━━ Input data
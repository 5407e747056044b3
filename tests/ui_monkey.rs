//! A seeded robot that drives the real UI through the testing backend, as a random-input
//! tester drives a phone: taps on any enabled control (through its accessibility action or
//! as a pointer tap at its centre), keypad digits, Back, scrolling, pauses, and a clock
//! that jumps ahead. After every action it checks that nothing on screen comes from a start
//! that is not a reading of this dive, that every turn shown equals the planning core's for
//! the session's team, that the buddy view names the rule, that no text leaves the window,
//! and that nothing panicked.
//!
//! `cargo test --test ui_monkey` runs at least 5,000 actions; `-- --ignored` runs 100,000
//! (`TURNSHEET_MONKEY_ACTIONS` sets either; `TURNSHEET_MONKEY_SEED` the seed). It prints
//! "N actions, M checks, 0 violations"; on a violation, the seed and the shortest list of
//! actions that shows it.

mod layout_check;
mod monkey;

use monkey::{Config, Team, run_all};

/// The robot's seed: fixed, so a failure is the same on every machine.
fn seed() -> u64 {
    std::env::var("TURNSHEET_MONKEY_SEED")
        .ok()
        .and_then(|s| s.parse().ok())
        .unwrap_or(0x7e57_5eed)
}

fn actions(default: usize) -> usize {
    std::env::var("TURNSHEET_MONKEY_ACTIONS")
        .ok()
        .and_then(|s| s.parse().ok())
        .unwrap_or(default)
}

fn configs() -> Vec<Config> {
    let mut v = Vec::new();
    for team in [Team::Demo, Team::MixedGauges] {
        for size in [(412.0, 915.0), (360.0, 640.0)] {
            v.push(Config { team, size });
        }
    }
    v
}

#[test]
fn the_robot_finds_no_wrong_or_stale_turn() {
    let report = run_all(&configs(), seed(), actions(5_000));
    assert!(report.actions >= 5_000 || std::env::var("TURNSHEET_MONKEY_ACTIONS").is_ok());
    assert_eq!(report.violations, 0, "see the action list above");
}

#[test]
#[ignore = "long: 100,000 actions (about an hour on 2 cores)"]
fn the_robot_finds_nothing_in_a_long_run() {
    let report = run_all(&configs(), seed() ^ 0x5151, actions(100_000));
    assert_eq!(report.violations, 0, "see the action list above");
}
━━━━
### Exercise details
Wherever the string "default" occurs in the entries, copy that whole line.

### Result of this exercise
fn actions(default: usize) -> usize {
        .unwrap_or(default)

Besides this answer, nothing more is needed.